Give back exactly the lines of the material below that start at the line containing "for the refusals)." and end at the line containing "const events = await", and no others.

═══ Information ═══

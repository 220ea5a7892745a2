// Issue 16, item 3: the structural engineer marks the current revision; the report (and the pages, through
// getDefaultRevisionNumber and lib/models/revision-stage.ts) open it by default instead of the newest; an unstable
// revision cannot be current; the report honours the revision it is asked for.
import { afterAll, beforeAll, describe, expect, it } from "vitest";
import { PUT as MARK_CURRENT } from "@/app/api/projects/[projectId]/models/[number]/current/route";
import { GET as LIST_MODELS } from "@/app/api/projects/[projectId]/models/route";
import { POST as MAKE_REPORT } from "@/app/api/projects/[projectId]/report/route";
import { getDefaultRevisionNumber } from "@/db/queries/models";
import { createRevisionWithAnalysis } from "@/lib/commands/create-analysed-revision";
import { analyzeModel } from "@/lib/analysis/analyze";
import { generateRoof } from "@/lib/analysis/generator";
import type { TrussModel } from "@/lib/analysis/model";
import { analyseForStorage } from "@/lib/models/analyse";
import { loadAnalysedRevision } from "@/app/api/projects/[projectId]/_lib/report-data";
import { and, eq } from "drizzle-orm";
import { jobs, liveEvents, modelRevisions } from "@/db/schema";
import { closeDb, getDb, requireIntegrationEnv } from "../support/db";
import { createProjectFixture, type ProjectFixture } from "../support/fixtures";
import { buildRequest, routeContext } from "../support/session";

let fx: ProjectFixture;

beforeAll(async () => {
  requireIntegrationEnv();
  fx = await createProjectFixture("current-revision");
  for (const name of ["r1", "r2"]) {
    const model = generateRoof({ name, spanX: 9, spanY: 9, module: 3, depth: 2 });
    const { result, review } = analyseForStorage(model, "EN1993-1-1");
    await createRevisionWithAnalysis({ projectId: fx.projectId, name, model, source: "generated", createdBy: fx.users.structural_engineer.id, result, review });
  }
  // Revision 3: an unstable test upload (no supports in x and y: the roof slides), stored as the newest.
  const loose = generateRoof({ name: "r3 loose", spanX: 9, spanY: 9, module: 3, depth: 2 }) as TrussModel;
  loose.supports = loose.supports.map((s) => ({ ...s, ux: false, uy: false }));
  const result = analyzeModel(loose);
  expect(result.status).toBe("unstable");
  await createRevisionWithAnalysis({ projectId: fx.projectId, name: "r3 loose", model: loose, source: "uploaded", createdBy: fx.users.structural_engineer.id, result, review: null });
});
afterAll(closeDb);

const mark = async (number: number, user = fx.users.structural_engineer) =>
  MARK_CURRENT(await buildRequest(`/api/projects/${fx.projectId}/models/${number}/current`, { method: "PUT", user }), routeContext({ projectId: fx.projectId, number: String(number) }));

describe("the current revision", () => {
  it("is marked by the structural engineer only, never on an unstable revision", async () => {
    expect((await MARK_CURRENT(await buildRequest(`/api/projects/${fx.projectId}/models/1/current`, { method: "PUT" }), routeContext({ projectId: fx.projectId, number: "1" }))).status).toBe(401);
    expect((await mark(1, fx.users.outsider)).status).toBe(404);
    for (const role of ["owner", "architect", "mep_engineer", "viewer"] as const) expect((await mark(1, fx.users[role])).status).toBe(403);
    const unstable = await mark(3);
    expect(unstable.status).toBe(409);
    expect((await unstable.json()).error).toMatch(/unstable/);
    expect((await mark(9)).status).toBe(404);
  });

  it("is what pages and the report open by default, not the newest; the report honours the revision asked for", async () => {
    expect(await getDefaultRevisionNumber({ projectId: fx.projectId }), "none marked: the newest").toBe(3);
    expect((await mark(1)).status).toBe(200);
    expect((await mark(2)).status).toBe(200);
    expect(await getDefaultRevisionNumber({ projectId: fx.projectId })).toBe(2);
    // Each marking is a command: open revision lists hear of it (a live event per marking, none for the refusals).
    const events = await getDb().select().from(liveEvents).where(eq(liveEvents.projectId, fx.projectId));
    expect(events.map((e) => [e.kind, e.revision])).toEqual([["revision", 1], ["revision", 2]]);
    const list = await (await LIST_MODELS(await buildRequest(`/api/projects/${fx.projectId}/models`, { user: fx.users.viewer }), routeContext({ projectId: fx.projectId }))).json();
    expect(list.revisions.map((r: { number: number; isCurrent: boolean }) => [r.number, r.isCurrent])).toEqual([[3, false], [2, true], [1, false]]);
    expect((await loadAnalysedRevision({ projectId: fx.projectId })).number).toBe(2);
    expect((await loadAnalysedRevision({ projectId: fx.projectId, revision: 1 })).number).toBe(1);
  });

  it("makes the report of the revision chosen in the report's picker, and of the current one (not the newest) when none is chosen", async () => {
    expect(await getDefaultRevisionNumber({ projectId: fx.projectId })).toBe(2);
    const ask = async (user: ProjectFixture["users"]["architect"], body: object) => {
      const response = await MAKE_REPORT(await buildRequest(`/api/projects/${fx.projectId}/report`, { method: "POST", body, user }), routeContext({ projectId: fx.projectId }));
      expect(response.status).toBe(202);
      const { job } = (await response.json()) as { job: { id: string } };
      const [row] = await getDb().select({ revisionId: jobs.revisionId, input: jobs.input }).from(jobs).where(eq(jobs.id, job.id));
      const [revision] = await getDb().select({ number: modelRevisions.number }).from(modelRevisions).where(and(eq(modelRevisions.projectId, fx.projectId), eq(modelRevisions.id, row.revisionId)));
      return { number: revision.number, input: row.input as { revision: number } };
    };
    // The picker sends the revision shown in it: revision 1, while 2 is current.
    expect(await ask(fx.users.architect, { revision: 1 })).toMatchObject({ number: 1, input: { revision: 1 } });
    expect(await ask(fx.users.structural_engineer, {})).toMatchObject({ number: 2, input: { revision: 2 } });
  });
});
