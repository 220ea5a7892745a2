// BCF 3.0 export and import of pins and threads: export from one project, import into a fresh one, import again.
import { randomUUID } from "node:crypto";
import { readFileSync } from "node:fs";
import { join } from "node:path";
import { eq } from "drizzle-orm";
import { afterAll, beforeAll, describe, expect, it } from "vitest";
import { GET as exportBcf } from "@/app/api/projects/[projectId]/exports/pins.bcf/route";
import { POST as importBcf } from "@/app/api/projects/[projectId]/pins/bcf/route";
import { listPinsForBcf } from "@/db/queries/bcf";
import { postComment } from "@/lib/commands/post-comment";
import { createPin } from "@/lib/commands/create-pin";
import { auditEvents, liveEvents, pins } from "@/db/schema";
import { readBcf } from "@/lib/bcf";
import { closeDb, getDb, requireIntegrationEnv } from "../support/db";
import { createProjectFixture, type ProjectFixture, type FixtureUser } from "../support/fixtures";
import { buildRequest, routeContext, sessionCookie } from "../support/session";

let source: ProjectFixture;
let target: ProjectFixture;
const view = { camera: { position: [30, -20, 25] as [number, number, number], target: [24, 18, 6] as [number, number, number] }, result: "ULS-1", colouring: "force", sectionBox: { min: [0, 0, 0] as [number, number, number], max: [24, 36, 12] as [number, number, number] } };

beforeAll(async () => {
  requireIntegrationEnv();
  source = await createProjectFixture("bcf-source");
  target = await createProjectFixture("bcf-target");
  const { architect, structural_engineer: structural } = source.users;
  const first = randomUUID();
  await createPin({ projectId: source.projectId, authorId: architect.id, authorName: architect.name, input: { id: first, anchor: { kind: "member", id: "B-17" }, revisionId: null, title: "Can SA-01 pass under B-17?", discipline: "mep", body: "Duct below the bottom chord." } });
  await getDb().update(pins).set({ viewpoint: view, labels: ["level 2"], assignedTo: structural.email, dueAt: new Date("2026-12-10T00:00:00Z") }).where(eq(pins.id, first));
  await postComment({ id: randomUUID(), projectId: source.projectId, pinId: first, authorId: structural.id, authorName: structural.name, body: "Idle member; an opening needs the engineer of record.", kind: "comment" });
  const second = randomUUID();
  await createPin({ projectId: source.projectId, authorId: structural.id, authorName: structural.name, input: { id: second, anchor: { kind: "point", point: [1, 2, 3] }, revisionId: null, title: "Splice position", discipline: "structural" } });
  await getDb().update(pins).set({ state: "closed" }).where(eq(pins.id, second));
});
afterAll(closeDb);

const exportUrl = (p: ProjectFixture) => `/api/projects/${p.projectId}/exports/pins.bcf`;
async function upload(p: ProjectFixture, user: FixtureUser | undefined, bytes: Uint8Array) {
  const headers = new Headers({ "content-type": "application/octet-stream" });
  if (user) headers.set("cookie", await sessionCookie(user));
  const request = new Request(new URL(`/api/projects/${p.projectId}/pins/bcf`, "http://127.0.0.1"), { method: "POST", headers, body: Buffer.from(bytes) });
  return importBcf(request, routeContext({ projectId: p.projectId }));
}
async function exported(p: ProjectFixture) {
  const response = await exportBcf(await buildRequest(exportUrl(p), { user: p.users.viewer }), routeContext({ projectId: p.projectId }));
  expect(response.status).toBe(200);
  return new Uint8Array(await response.arrayBuffer());
}
const summary = (p: ProjectFixture) =>
  listPinsForBcf({ projectId: p.projectId }).then((rows) =>
    rows.map(({ pin, comments }) => ({ title: pin.title, state: pin.state, discipline: pin.discipline, labels: pin.labels, assignedTo: pin.assignedTo, dueAt: pin.dueAt?.toISOString(), comments: comments.map((c) => c.comment.body) })),
  );

describe("BCF export and import", () => {
  it("refuses outsiders (404), signed-out people (401) and viewers who may not pin (403)", async () => {
    const bytes = await exported(source);
    expect((await exportBcf(await buildRequest(exportUrl(source)), routeContext({ projectId: source.projectId }))).status).toBe(401);
    expect((await exportBcf(await buildRequest(exportUrl(source), { user: source.users.outsider }), routeContext({ projectId: source.projectId }))).status).toBe(404);
    expect((await upload(target, undefined, bytes)).status).toBe(401);
    expect((await upload(target, target.users.outsider, bytes)).status).toBe(404);
    expect((await upload(target, target.users.viewer, bytes)).status).toBe(403);
    expect(await summary(target)).toEqual([]);
  });

  it("a broken archive is a 400 listing its problems, and nothing is stored", async () => {
    const response = await upload(target, target.users.architect, new TextEncoder().encode("PK not really"));
    expect(response.status).toBe(400);
    expect((await response.json()).issues[0]).toMatchObject({ path: "archive" });
    expect(await summary(target)).toEqual([]);
  });

  it("round trip: export, import into a fresh project gives the same topics, comments and viewpoints", async () => {
    const bytes = await exported(source);
    const response = await upload(target, target.users.architect, bytes);
    expect(response.status).toBe(201);
    expect(await response.json()).toEqual({ pinsCreated: 2, commentsAdded: 2, topicsKnown: 0 });
    expect(await summary(target)).toEqual(await summary(source));
    const [imported] = await listPinsForBcf({ projectId: target.projectId });
    // The camera keeps its position and direction, and the section box its faces; result and colouring are ours only.
    expect(imported.pin.viewpoint?.camera.position).toEqual(view.camera.position);
    expect(imported.pin.viewpoint?.sectionBox).toEqual(view.sectionBox);
    // Authors on the target team are matched by e-mail; the source team's people are kept by address.
    expect(imported.comments.map((c) => c.comment.externalAuthor)).toEqual([source.users.architect.email, source.users.structural_engineer.email]);
    // Open review boards are told to fetch the pins and threads again (a "pins" live event in the same transaction).
    expect(await getDb().select().from(liveEvents).where(eq(liveEvents.projectId, target.projectId))).toMatchObject([{ kind: "pins", subjectId: target.projectId }]);
    const again = readBcf(await exported(target)).file!;
    expect(again.topics.map((t) => t.guid)).toEqual(readBcf(bytes).file!.topics.map((t) => t.guid));
  });

  it("a second import adds nothing; importing back into the source matches its own pins by GUID", async () => {
    const bytes = await exported(source);
    const before = await summary(target);
    const second = await upload(target, target.users.mep_engineer, bytes);
    expect(await second.json()).toEqual({ pinsCreated: 0, commentsAdded: 0, topicsKnown: 2 });
    expect(await summary(target)).toEqual(before);
    const back = await upload(source, source.users.architect, await exported(target));
    expect(await back.json()).toEqual({ pinsCreated: 0, commentsAdded: 0, topicsKnown: 2 });
    const audit = await getDb().select().from(auditEvents).where(eq(auditEvents.projectId, target.projectId));
    expect(audit.filter((e) => e.action === "bcf.import")).toHaveLength(2);
    // Nothing new, nothing to tell: still only the first import's live event.
    expect(await getDb().select().from(liveEvents).where(eq(liveEvents.projectId, target.projectId))).toHaveLength(1);
  });

  it("imports an official BCF 3.0 test case (buildingSMART, tests/fixtures/bcf) with its labels and comment", async () => {
    const bytes = new Uint8Array(readFileSync(join(process.cwd(), "tests/fixtures/bcf/test-cases/User assignment.bcf")));
    const response = await upload(target, target.users.architect, bytes);
    expect(await response.json()).toEqual({ pinsCreated: 1, commentsAdded: 1, topicsKnown: 0 });
    const rows = await summary(target);
    expect(rows.find((r) => r.title === "User assignment")).toMatchObject({ state: "open", assignedTo: "Architect@example.com", comments: [""] });
  });
});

═══

*Response*.
    // Each marking is a command: open revision lists hear of it (a live event per marking, none for the refusals).
    const events = await getDb().select().from(liveEvents).where(eq(liveEvents.projectId, fx.projectId));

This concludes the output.